> **What you have to do**
In your answer, reproduce exactly the lines from the beginning of the listing below through the one containing "describe('planFigures', () =>", and only those lines.

> **Provided material**
--- START ---

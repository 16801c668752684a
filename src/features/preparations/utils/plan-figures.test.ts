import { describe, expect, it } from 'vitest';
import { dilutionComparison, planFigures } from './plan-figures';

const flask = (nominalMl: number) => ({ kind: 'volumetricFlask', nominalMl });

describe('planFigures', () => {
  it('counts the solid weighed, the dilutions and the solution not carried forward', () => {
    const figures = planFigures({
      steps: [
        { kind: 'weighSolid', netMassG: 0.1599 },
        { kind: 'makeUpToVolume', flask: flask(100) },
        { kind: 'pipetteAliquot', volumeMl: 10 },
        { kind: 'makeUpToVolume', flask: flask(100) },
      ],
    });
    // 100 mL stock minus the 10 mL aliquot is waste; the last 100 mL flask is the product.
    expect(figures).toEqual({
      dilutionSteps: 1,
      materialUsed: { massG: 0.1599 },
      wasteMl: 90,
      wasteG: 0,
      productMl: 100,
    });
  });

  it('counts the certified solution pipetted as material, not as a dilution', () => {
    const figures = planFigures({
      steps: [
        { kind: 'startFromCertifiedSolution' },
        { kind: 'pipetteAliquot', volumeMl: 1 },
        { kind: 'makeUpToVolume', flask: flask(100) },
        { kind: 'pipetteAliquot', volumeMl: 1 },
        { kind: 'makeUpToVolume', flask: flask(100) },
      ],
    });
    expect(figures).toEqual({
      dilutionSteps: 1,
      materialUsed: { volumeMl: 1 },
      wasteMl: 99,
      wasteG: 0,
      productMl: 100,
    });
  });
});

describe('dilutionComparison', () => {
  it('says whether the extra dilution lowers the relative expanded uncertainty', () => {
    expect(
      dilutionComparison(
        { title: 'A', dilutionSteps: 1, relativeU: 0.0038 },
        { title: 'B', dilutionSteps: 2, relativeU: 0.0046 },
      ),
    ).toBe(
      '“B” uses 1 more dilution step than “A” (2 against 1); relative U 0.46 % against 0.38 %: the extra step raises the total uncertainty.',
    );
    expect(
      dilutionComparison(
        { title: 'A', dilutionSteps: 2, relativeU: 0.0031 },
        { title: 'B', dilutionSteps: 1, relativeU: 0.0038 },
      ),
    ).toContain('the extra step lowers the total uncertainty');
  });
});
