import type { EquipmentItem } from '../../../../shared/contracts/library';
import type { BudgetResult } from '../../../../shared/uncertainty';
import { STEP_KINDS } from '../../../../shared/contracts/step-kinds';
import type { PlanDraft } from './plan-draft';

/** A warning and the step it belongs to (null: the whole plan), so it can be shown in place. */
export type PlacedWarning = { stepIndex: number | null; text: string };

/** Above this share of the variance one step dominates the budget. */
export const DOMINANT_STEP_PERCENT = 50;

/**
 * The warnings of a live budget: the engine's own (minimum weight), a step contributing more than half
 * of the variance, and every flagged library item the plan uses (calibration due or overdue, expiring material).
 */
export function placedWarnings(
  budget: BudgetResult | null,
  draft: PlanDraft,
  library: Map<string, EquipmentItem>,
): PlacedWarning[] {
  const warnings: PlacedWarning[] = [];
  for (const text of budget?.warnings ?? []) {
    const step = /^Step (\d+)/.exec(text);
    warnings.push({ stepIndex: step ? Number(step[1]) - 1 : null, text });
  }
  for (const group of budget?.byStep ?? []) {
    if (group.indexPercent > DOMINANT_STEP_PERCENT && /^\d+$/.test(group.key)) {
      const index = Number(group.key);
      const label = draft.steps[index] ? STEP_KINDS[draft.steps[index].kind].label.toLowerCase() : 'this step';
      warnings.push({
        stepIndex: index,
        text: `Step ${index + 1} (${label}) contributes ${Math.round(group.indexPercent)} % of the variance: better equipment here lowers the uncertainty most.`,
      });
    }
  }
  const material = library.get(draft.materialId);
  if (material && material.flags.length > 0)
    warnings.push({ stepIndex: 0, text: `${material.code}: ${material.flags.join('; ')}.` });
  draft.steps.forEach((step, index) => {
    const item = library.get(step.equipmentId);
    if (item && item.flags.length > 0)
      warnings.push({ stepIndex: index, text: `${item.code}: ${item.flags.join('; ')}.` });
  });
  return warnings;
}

--- END ---

> **Finished exercise**
repository 16801c668752684a
filename src/features/preparations/utils/plan-figures.test.ts
import { describe, expect, it } from 'vitest';
import { dilutionComparison, planFigures } from './plan-figures';

const flask = (nominalMl: number) => ({ kind: 'volumetricFlask', nominalMl });

describe('planFigures', () => {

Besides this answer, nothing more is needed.